** Opening Dataset records block **

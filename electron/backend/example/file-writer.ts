import { absorbanceOf } from './artefacts.ts';
import { jcampText, type JcampForm } from './jcamp-writer.ts';

export type WrittenOrdinate = 'absorbance' | 'transmittance' | 'percent-transmittance';

interface CommonStyle {
  readonly ordinate: WrittenOrdinate;
  readonly descending: boolean;
  readonly extension: string;
}
export interface JcampStyle extends CommonStyle {
  readonly format: 'jcamp';
  readonly form: JcampForm;
}
export interface DelimitedStyle extends CommonStyle {
  readonly format: 'delimited';
  readonly separator: ',' | ';' | '\t' | ' ';
  readonly decimalMark: '.' | ',';
  /** Lines above the numbers; {title} is replaced. */
  readonly header: readonly string[];
  readonly encoding: 'utf-8' | 'utf-8-bom' | 'utf-16le';
  readonly lineEnd: '\n' | '\r\n';
  readonly trailingSeparator: boolean;
  readonly xDecimals: number;
  readonly yDecimals: number;
}
export type FileStyle = JcampStyle | DelimitedStyle;

const delimited = {
  format: 'delimited',
  separator: ',',
  decimalMark: '.',
  header: [],
  encoding: 'utf-8',
  lineEnd: '\n',
  trailingSeparator: false,
  xDecimals: 5,
  yDecimals: 6,
  ordinate: 'absorbance',
  descending: false,
  extension: 'csv',
} as const satisfies DelimitedStyle;

/** The ways in which the example writes a spectrum. */
export const fileStyles = {
  'jcamp-affn': {
    format: 'jcamp',
    form: 'affn',
    ordinate: 'absorbance',
    descending: false,
    extension: 'jdx',
  },
  'jcamp-difdup': {
    format: 'jcamp',
    form: 'difdup',
    ordinate: 'transmittance',
    descending: true,
    extension: 'jdx',
  },
  'jcamp-xypoints': {
    format: 'jcamp',
    form: 'xypoints',
    ordinate: 'absorbance',
    descending: false,
    extension: 'dx',
  },
  'jcamp-packed': {
    format: 'jcamp',
    form: 'packed',
    ordinate: 'transmittance',
    descending: false,
    extension: 'dx',
  },
  'jcamp-squeezed': {
    format: 'jcamp',
    form: 'squeezed',
    ordinate: 'absorbance',
    descending: true,
    extension: 'jdx',
  },
  'csv-header': { ...delimited, header: ['Wavenumber (cm-1),Absorbance'], lineEnd: '\r\n' },
  'csv-decimal-comma': {
    ...delimited,
    separator: ';',
    decimalMark: ',',
    header: ['Wellenzahl / cm-1;Transmission / %'],
    encoding: 'utf-8-bom',
    lineEnd: '\r\n',
    ordinate: 'percent-transmittance',
    descending: true,
    yDecimals: 4,
  },
  'tab-percent': {
    ...delimited,
    separator: '\t',
    header: ['cm-1\t%T'],
    ordinate: 'percent-transmittance',
    yDecimals: 4,
    extension: 'txt',
  },
  'blanks-bare': {
    ...delimited,
    separator: ' ',
    ordinate: 'transmittance',
    extension: 'txt',
    descending: true,
  },
  'csv-trailing-rounded': {
    ...delimited,
    header: ['{title} (invented),Sample 1', 'cm-1,A,'],
    encoding: 'utf-8-bom',
    lineEnd: '\r\n',
    trailingSeparator: true,
    xDecimals: 2,
    yDecimals: 4,
    descending: true,
  },
  'tab-utf16': {
    ...delimited,
    separator: '\t',
    header: ['{title}', 'Wavenumber [1/cm]\tAbsorbance [-]'],
    encoding: 'utf-16le',
    lineEnd: '\r\n',
    extension: 'txt',
  },
} as const satisfies Readonly<Record<string, FileStyle>>;
export type FileStyleName = keyof typeof fileStyles;

function encode(text: string, encoding: DelimitedStyle['encoding']): Uint8Array {
  if (encoding !== 'utf-16le')
    return new TextEncoder().encode((encoding === 'utf-8-bom' ? '\uFEFF' : '') + text);
  const bytes = new Uint8Array(2 * text.length + 2);
  const view = new DataView(bytes.buffer);
  view.setUint16(0, 0xfeff, true);
  for (let i = 0; i < text.length; i++) view.setUint16(2 * i + 2, text.charCodeAt(i), true);
  return bytes;
}

function delimitedText(title: string, x: Float64Array, y: Float64Array, style: DelimitedStyle): string {
  const number = (value: number, decimals: number): string =>
    value.toFixed(decimals).replace('.', style.decimalMark);
  const end = style.trailingSeparator ? style.separator : '';
  const lines = style.header.map((line) => line.replace('{title}', title));
  for (let i = 0; i < x.length; i++) {
    lines.push(number(x[i]!, style.xDecimals) + style.separator + number(y[i]!, style.yDecimals) + end);
  }
  return lines.join(style.lineEnd) + style.lineEnd;
}

/** Ordinate as written, from transmittance. */
export function ordinateOf(
  transmittance: Float64Array,
  ordinate: WrittenOrdinate,
  clipAbsorbance = 6,
): Float64Array {
  if (ordinate === 'absorbance') return absorbanceOf(transmittance, clipAbsorbance);
  return ordinate === 'transmittance' ? transmittance : transmittance.map((t) => 100 * t);
}

export interface SpectrumToWrite {
  readonly title: string;
  readonly wavenumberPerCm: Float64Array;
  readonly transmittance: Float64Array;
  readonly resolutionPerCm: number;
  readonly clipAbsorbance?: number;
}

/** The bytes of a spectrum file in one of the styles. */
export function writeSpectrum(spectrum: SpectrumToWrite, style: FileStyle): Uint8Array {
  let x = spectrum.wavenumberPerCm;
  let y = ordinateOf(spectrum.transmittance, style.ordinate, spectrum.clipAbsorbance);
  if (style.descending) {
    x = x.toReversed();
    y = y.toReversed();
  }
  if (style.format === 'delimited') return encode(delimitedText(spectrum.title, x, y, style), style.encoding);
  const yUnits = {
    absorbance: 'ABSORBANCE',
    transmittance: 'TRANSMITTANCE',
    'percent-transmittance': '% TRANSMITTANCE',
  }[style.ordinate];
  const content = { title: spectrum.title, xPerCm: x, y, yUnits, resolutionPerCm: spectrum.resolutionPerCm };
  return new TextEncoder().encode(jcampText(content, style.form));
}
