import { transform } from './fourier.ts';
import type { Random } from './random.ts';

/** Weights of the interferogram, as functions of u = path difference over its maximum. */
const weights = {
  boxcar: () => 1,
  triangular: (u: number) => 1 - u,
  'raised-cosine': (u: number) => 0.5 * (1 + Math.cos(Math.PI * u)),
  'raised-cosine-on-pedestal': (u: number) => 0.54 + 0.46 * Math.cos(Math.PI * u),
  'three-term-cosine': (u: number) => 0.42 + 0.5 * Math.cos(Math.PI * u) + 0.08 * Math.cos(2 * Math.PI * u),
  'squared-parabola': (u: number) => (1 - u * u) ** 2,
} as const;
export type Apodisation = keyof typeof weights;
export const apodisations = Object.keys(weights) as Apodisation[];

export interface InstrumentOptions {
  readonly apodisation: Apodisation;
  /** Interferogram ends here, cm; nominal resolution is its inverse (common practice). */
  readonly maximumPathDifferenceCm: number;
  /** Phase error left in the interferogram, rad; gives lines a mild asymmetry. */
  readonly phaseErrorRad: number;
}

/** Weight at path difference x, cm; 0 beyond the maximum. */
export function apodisationWeight(options: InstrumentOptions, pathDifferenceCm: number): number {
  const u = pathDifferenceCm / options.maximumPathDifferenceCm;
  return u > 1 + 1e-9 ? 0 : weights[options.apodisation](Math.min(1, u));
}

/**
 * What the instrument makes of a spectrum on a fine grid (length N, step `fineStepPerCm`, periodic): the interferogram is
 * cut at the maximum path difference, weighted, and transformed back to `outputLength` points over the same range.
 * Exact, since nothing is left beyond half of 1/output step.
 */
export function applyInstrument(
  fine: Float64Array,
  fineStepPerCm: number,
  outputLength: number,
  options: InstrumentOptions,
): Float64Array {
  const length = fine.length;
  const real = Float64Array.from(fine);
  const imaginary = new Float64Array(length);
  transform(real, imaginary);
  const outReal = new Float64Array(outputLength);
  const outImaginary = new Float64Array(outputLength);
  const range = length * fineStepPerCm;
  const [cosPhase, sinPhase] = [Math.cos(options.phaseErrorRad), Math.sin(options.phaseErrorRad)];
  for (let k = 0; k <= outputLength / 2; k++) {
    const weight = apodisationWeight(options, k / range) / length;
    if (weight === 0) continue;
    // A phase error turns the two halves of the interferogram in opposite senses.
    const sine = k === 0 ? 0 : sinPhase;
    const r = weight * (real[k]! * cosPhase - imaginary[k]! * sine);
    const i = weight * (real[k]! * sine + imaginary[k]! * cosPhase);
    if (k === 0 || k === outputLength / 2) {
      outReal[k] = r;
    } else {
      outReal[k] = r;
      outImaginary[k] = i;
      outReal[outputLength - k] = r;
      outImaginary[outputLength - k] = -i;
    }
  }
  transform(outReal, outImaginary, true);
  return outReal;
}

/**
 * Noise as it arises: white on the interferogram up to its end, then weighted and zero-filled like the signal, so that
 * neighbouring points of a zero-filled spectrum are correlated. Standard deviation 1 per point.
 */
export function interferogramNoise(
  length: number,
  stepPerCm: number,
  options: InstrumentOptions,
  random: Random,
): Float64Array {
  const real = new Float64Array(length);
  const imaginary = new Float64Array(length);
  const range = length * stepPerCm;
  let power = 0;
  for (let k = 0; k <= length / 2; k++) {
    const weight = apodisationWeight(options, k / range);
    if (weight === 0) break;
    const [r, i] = [random.normal() * weight, random.normal() * weight];
    if (k === 0 || k === length / 2) {
      real[k] = r;
      power += weight ** 2;
    } else {
      real[k] = r * Math.SQRT1_2;
      imaginary[k] = i * Math.SQRT1_2;
      real[length - k] = real[k]!;
      imaginary[length - k] = -imaginary[k]!;
      power += 2 * weight ** 2;
    }
  }
  transform(real, imaginary, true);
  const norm = 1 / Math.sqrt(power);
  for (let i = 0; i < length; i++) real[i] = real[i]! * norm;
  return real;
}

/** Ratio of the standard deviation per final point to that on an unweighted interferogram (critically sampled). */
export function noiseReduction(options: InstrumentOptions): number {
  const samples = 2000;
  let sum = 0;
  for (let i = 0; i < samples; i++) {
    sum += apodisationWeight(options, ((i + 0.5) / samples) * options.maximumPathDifferenceCm) ** 2;
  }
  return Math.sqrt(sum / samples);
}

** Closing Dataset records block **

• Task prompt: When a line in the entries above contains "wavenumberPerCm", count it; please answer with the number only.

• Answer to this task: 2